Action item: Every line below that holds the string "reach" should be copied.

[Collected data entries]
# Absorbing window edge: amplitude mask m(u) = exp(−EDGE_STRENGTH·u^EDGE_ORDER) per axis, with
# u = |x|/(W/2). m is 1 − 7e-4 at u = 0.8, 0.93 at u = 0.9 and 1e-2 (intensity 1e-4) at the window
# edge: the outer tenth of the window on each side absorbs, the central CLEAR_FRACTION is clear.
EDGE_ORDER = 40
EDGE_STRENGTH = math.log(100.0)
CLEAR_FRACTION = 0.8


def angular_frequencies(points: int, width_m: float) -> np.ndarray:
    """(N,) transverse angular spatial frequencies kx (rad/m) of the FFT of ``points`` samples.

    In FFT order (0, dk, 2dk, ..., −dk), dk = 2π/W; the largest is the sampling limit π/dx.
    """
    return 2.0 * math.pi * scipy.fft.fftfreq(points, d=width_m / points)


def transfer_function(kx: np.ndarray, ky: np.ndarray, wavelength_m: float, index: float,
                      dz_m: float) -> np.ndarray:
    """Angular-spectrum transfer function of a step dz in a medium of index n, with the carrier removed.

    H = exp(i·dz·(kz − k)), kz = sqrt(k² − kx² − ky²), k = 2π·n/λ0. Evanescent components
    (kx² + ky² > k²) are damped as exp(−|dz|·sqrt(kx² + ky² − k²)). kz − k is evaluated as
    −kt²/(k + kz), free of cancellation for small angles.

    Parameters
    ----------
    kx, ky : (Nx,), (Ny,) angular spatial frequencies (rad/m), FFT order
    wavelength_m : vacuum wavelength λ0 (m)
    index : refractive index n of the medium (1 for free space)
    dz_m : step length (m); negative steps propagate backwards

    Returns
    -------
    (Ny, Nx) complex128

    References
    ----------
    Goodman, Introduction to Fourier Optics, section 3.10 (angular spectrum propagation).
    """
    k = 2.0 * math.pi * index / wavelength_m
    kt2 = kx[np.newaxis, :] ** 2 + ky[:, np.newaxis] ** 2
    propagating = kt2 <= k * k
    kz = np.sqrt(np.where(propagating, k * k - kt2, 0.0))
    phase = np.where(propagating, -kt2 / (k + kz), -k)
    decay = np.where(propagating, 0.0, np.sqrt(np.where(propagating, 0.0, kt2 - k * k)))
    return np.exp(1j * dz_m * phase - abs(dz_m) * decay)


def propagate(field: np.ndarray, transfer: np.ndarray, workers: int = -1) -> np.ndarray:
    """One angular-spectrum step: IFFT2[ FFT2[E] · H ] over the last two axes (batched).

    Parameters
    ----------
    field : (..., Ny, Nx) complex128 field; not changed
    transfer : (Ny, Nx) complex transfer function (:func:`transfer_function`)
    workers : threads for scipy.fft (−1: all cores)

    Returns
    -------
    (..., Ny, Nx) complex128, the propagated field (a new array). With |H| = 1 the power is conserved
    to round-off (Parseval).
    """
    spectrum = scipy.fft.fft2(field, axes=(-2, -1), workers=workers)
    spectrum *= transfer
    return scipy.fft.ifft2(spectrum, axes=(-2, -1), workers=workers, overwrite_x=True)


def edge_mask(x_m: np.ndarray, y_m: np.ndarray, width_m: float) -> np.ndarray:
    """(Ny, Nx) amplitude mask of the absorbing window edge (super-Gaussian in x times in y).

    m = exp(−a·u^p) per axis, u = |x|/(W/2), p = EDGE_ORDER, a = EDGE_STRENGTH: 1 to within 7e-4 over
    the central 80 % of the window, 1e-2 (intensity 1e-4) at its edge.
    """
    half = width_m / 2.0
    mx = np.exp(-EDGE_STRENGTH * (np.abs(x_m) / half) ** EDGE_ORDER)
    my = np.exp(-EDGE_STRENGTH * (np.abs(y_m) / half) ** EDGE_ORDER)
    return my[:, np.newaxis] * mx[np.newaxis, :]


def disc_fraction(x_m: np.ndarray, y_m: np.ndarray, radius_m: float, supersample: int = 8) -> np.ndarray:
    """(Ny, Nx) fraction of each pixel's area inside a centred disc of the given radius.

    Pixels wholly inside are 1, wholly outside 0; the pixels the rim crosses are sampled on a
    ``supersample`` x ``supersample`` sub-grid. A grey rim keeps the disc's area right on a coarse
    grid, so its diffraction (Fresnel zones) does not depend on where the rim falls between pixels.
    """
    dx = abs(float(x_m[1] - x_m[0])) if len(x_m) > 1 else 1.0
    dy = abs(float(y_m[1] - y_m[0])) if len(y_m) > 1 else 1.0
    r = np.hypot(x_m[np.newaxis, :], y_m[:, np.newaxis])
    reach = 0.5 * math.hypot(dx, dy)
    out = (r <= radius_m).astype(float)
    rim = np.abs(r - radius_m) <= reach
    if rim.any():
        iy, ix = np.nonzero(rim)
        offsets = (np.arange(supersample) + 0.5) / supersample - 0.5
        sx = x_m[ix][:, None, None] + offsets[None, None, :] * dx
        sy = y_m[iy][:, None, None] + offsets[None, :, None] * dy
        out[iy, ix] = (np.hypot(sx, sy) <= radius_m).mean(axis=(1, 2))
    return out


def aperture_amplitude(x_m: np.ndarray, y_m: np.ndarray, shape: str, size_m: float,
                       order: float | None = None) -> np.ndarray:
    """(Ny, Nx) amplitude transmission of a centred aperture (its square is the intensity transmission).

    Parameters
    ----------
    x_m, y_m : pixel centres (m)
    shape : "round" (size = diameter) or "square" (size = side)
    size_m : diameter or side (m)
    order : None for a hard edge: each pixel's amplitude is the fraction of its area inside the
            opening (1 inside, 0 outside, grey on the rim: the pixel-averaged field of a hard
            edge, which keeps the opening's area and so its diffraction right on a coarse grid);
            else a soft (super-Gaussian) edge of this order with intensity transmission
            T = exp(−ln 2·(2r/D)^order) (round) or the product of exp(−ln 2·(2|x|/D)^order) and the
            same in y (square): T = 1/2 on the given diameter or side.
    """
    half = size_m / 2.0
    if order is not None:
        if shape == "square":
            tx = np.exp(-0.5 * math.log(2.0) * (np.abs(x_m) / half) ** order)
            ty = np.exp(-0.5 * math.log(2.0) * (np.abs(y_m) / half) ** order)
            return ty[:, np.newaxis] * tx[np.newaxis, :]
        r = np.hypot(x_m[np.newaxis, :], y_m[:, np.newaxis])
        return np.exp(-0.5 * math.log(2.0) * (r / half) ** order)
    if shape == "square":
        dx = abs(float(x_m[1] - x_m[0])) if len(x_m) > 1 else 1.0
        dy = abs(float(y_m[1] - y_m[0])) if len(y_m) > 1 else 1.0
        fx = np.clip((half - np.abs(x_m)) / dx + 0.5, 0.0, 1.0)
        fy = np.clip((half - np.abs(y_m)) / dy + 0.5, 0.0, 1.0)
        return fy[:, np.newaxis] * fx[np.newaxis, :]
    return disc_fraction(x_m, y_m, half)


def lens_phase(x_m: np.ndarray, y_m: np.ndarray, wavelength_m: float, focal_m: float) -> np.ndarray:
    """(Ny, Nx) complex transmission of a thin lens in air, exp(−i·k·r²/(2f)), k = 2π/λ0.

    References
    ----------
    Goodman, Introduction to Fourier Optics, section 5.1 (thin-lens phase transformation).
    """
    k = 2.0 * math.pi / wavelength_m
    r2 = x_m[np.newaxis, :] ** 2 + y_m[:, np.newaxis] ** 2
    return np.exp(-1j * k * r2 / (2.0 * focal_m))


def pinhole_filter(field: np.ndarray, width_m: float, wavelength_m: float, focal_m: float,
                   pinhole_radius_m: float, workers: int = -1, min_pixels: float = 8.0,
                   max_padding: int = 8, chunk_bytes: int = 1 << 28) -> tuple[np.ndarray, int, float]:
    """A 4f spatial filter: lens, pinhole in the common focal plane, lens; the output is the filtered,
    inverted image of the input.

    The focal plane of a lens holds the Fourier transform of the field in its front focal plane:
    the point u of the focal plane receives the plane-wave component of transverse wavenumber
    k_t = k·u/f (Goodman, section 5.2). So the pinhole is applied exactly as a mask on the angular
    spectrum, passing |k_t| <= k·a/f (a the pinhole radius, k = 2π/λ0 in air), and the second lens
    transforms back, inverting the image (x -> −x). This needs no grid in the focal plane, where a
    focus would be undersampled. The angular spectrum of the window is sampled at dk = 2π/W; when the
    pinhole spans fewer than ``min_pixels`` samples in radius, the field is zero-padded (by up to
    ``max_padding`` times) so that the pinhole's edge is resolved, and the rim samples are grey:
    they pass the fraction of their area inside the pinhole in power (amplitude its square root),
    which gets the transmitted energy right to 2e-4 at 8 samples across the radius (a Gaussian spot:
    T = 1 − exp(−2a²/w_f²)). The output is cropped to the window: light that the
    pinhole's diffraction throws outside the window is lost with the rejected light.

    Parameters
    ----------
    field : (..., N, N) complex field on the window (input plane); not changed
    width_m : window width W (m)
    wavelength_m : vacuum wavelength (m)
    focal_m : focal length of both lenses (m, > 0)
    pinhole_radius_m : pinhole radius a (m)
    workers : scipy.fft threads
    min_pixels, max_padding, chunk_bytes : resolution of the pinhole in the spectrum, largest padding
        factor, size of the padded work arrays (the time slices are filtered in chunks)

    Returns
    -------
    (filtered field (..., N, N) complex, padding factor used, fraction of the energy the pinhole
    passes: Σ|mask·spectrum|² / Σ|spectrum|² before the crop to the window)

    References
    ----------
    Goodman, Introduction to Fourier Optics, sections 5.2 (Fourier transform by a lens) and 8.3
    (spatial filtering in the 4f system).
    """
    n = field.shape[-1]
    dx = width_m / n
    k = 2.0 * math.pi / wavelength_m
    k_cut = k * pinhole_radius_m / focal_m
    dk = 2.0 * math.pi / width_m
    pad = 1
    if k_cut / dk < min_pixels:
        pad = min(max_padding, math.ceil(min_pixels * dk / max(k_cut, 1e-30)))
    m = scipy.fft.next_fast_len(pad * n) if pad > 1 else n
    kf = 2.0 * math.pi * scipy.fft.fftfreq(m, d=dx)
    # grey rim: each spectral sample passes its area fraction inside |k| <= k_cut in power (FFT order)
    mask = np.sqrt(disc_fraction(scipy.fft.fftshift(kf), scipy.fft.fftshift(kf), k_cut))
    mask = scipy.fft.ifftshift(mask)
    flat = field.reshape((-1, n, n))
    out = np.empty_like(flat)
    per = max(1, chunk_bytes // (16 * m * m))
    total = passed = 0.0
    for start in range(0, flat.shape[0], per):
        part = flat[start:start + per]
        spectrum = scipy.fft.fft2(part, s=(m, m), axes=(-2, -1), workers=workers)
        total += float((spectrum.real ** 2 + spectrum.imag ** 2).sum())
        spectrum *= mask
        passed += float((spectrum.real ** 2 + spectrum.imag ** 2).sum())
        back = scipy.fft.ifft2(spectrum, axes=(-2, -1), workers=workers, overwrite_x=True)
        out[start:start + per] = back[:, :n, :n][:, ::-1, ::-1]
    return out.reshape(field.shape), pad, (passed / total if total > 0 else 1.0)


def image_scaled(values: np.ndarray, x_m: np.ndarray, magnification: float, order: int = 3) -> np.ndarray:
    """The inverted image of a map at magnification M on the same grid: out(x, y) = in(−x/M, −y/M).

    M = 1 is an exact flip of the pixels (the centres are symmetric about 0). Otherwise each output
    pixel samples the input at −x/M by spline interpolation (order ``order``; real and imaginary
    parts of a complex field separately); outside the input window the value is 0. The caller
    rescales the amplitude (1/M for a field, 1/M² for a fluence) and the energy.

    Parameters
    ----------
    values : (..., N, N) real or complex map on the pixel centres ``x_m`` (both axes)
    x_m : (N,) pixel centres (m)
    magnification : M > 0
    """
    if magnification == 1.0:
        return values[..., ::-1, ::-1].copy()
    from scipy.ndimage import map_coordinates

    n = len(x_m)
    dx = float(x_m[1] - x_m[0])
    src = (-x_m / magnification - x_m[0]) / dx            # fractional input index of each output pixel
    yy, xx = np.meshgrid(src, src, indexing="ij")
    coords = np.array([yy.ravel(), xx.ravel()])
    flat = values.reshape((-1, n, n))
    out = np.empty_like(flat)

    def sample(a: np.ndarray) -> np.ndarray:
        return map_coordinates(a, coords, order=order, mode="constant", cval=0.0).reshape(n, n)

    for i in range(flat.shape[0]):
        if np.iscomplexobj(flat):
            out[i] = sample(flat[i].real) + 1j * sample(flat[i].imag)
        else:
            out[i] = sample(flat[i])
    return out.reshape(values.shape)


def gaussian_beam(x_m: np.ndarray, y_m: np.ndarray, waist_radius_m: float, wavelength_m: float,
                  distance_from_waist_m: float, index: float = 1.0) -> np.ndarray:
    """(Ny, Nx) complex field of a TEM00 Gaussian beam at a distance z from its waist (peak-normalised
    at the waist, Gouy phase dropped): E = (w0/w)·exp(−r²/w²)·exp(+i·k·r²/(2R)).

    With q = z + i·zR, zR = π·w0²·n/λ0, k = 2π·n/λ0 and 1/q = 1/R − i·λ0/(π·n·w²) (Kogelnik & Li),
    written for this module's convention E·exp(+ikz), in which a diverging wave (R > 0, z > 0) has
    the phase exp(+i·k·r²/(2R)): E = (w0/w)·exp(+i·k·r²·conj(1/q)/2).

    References
    ----------
    H. Kogelnik and T. Li, "Laser beams and resonators", Appl. Opt. 5, 1550 (1966), eqs. for the
    fundamental mode and the complex beam parameter q (there written for exp(−ikz)).
    """
    k = 2.0 * math.pi * index / wavelength_m
    z_r = math.pi * waist_radius_m ** 2 * index / wavelength_m
    inv_q = 1.0 / complex(distance_from_waist_m, z_r)
    r2 = x_m[np.newaxis, :] ** 2 + y_m[:, np.newaxis] ** 2
    amplitude = abs(z_r * inv_q)
    return amplitude * np.exp(0.5j * k * r2 * inv_q.conjugate())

Exercise output:
    reach = 0.5 * math.hypot(dx, dy)
    rim = np.abs(r - radius_m) <= reach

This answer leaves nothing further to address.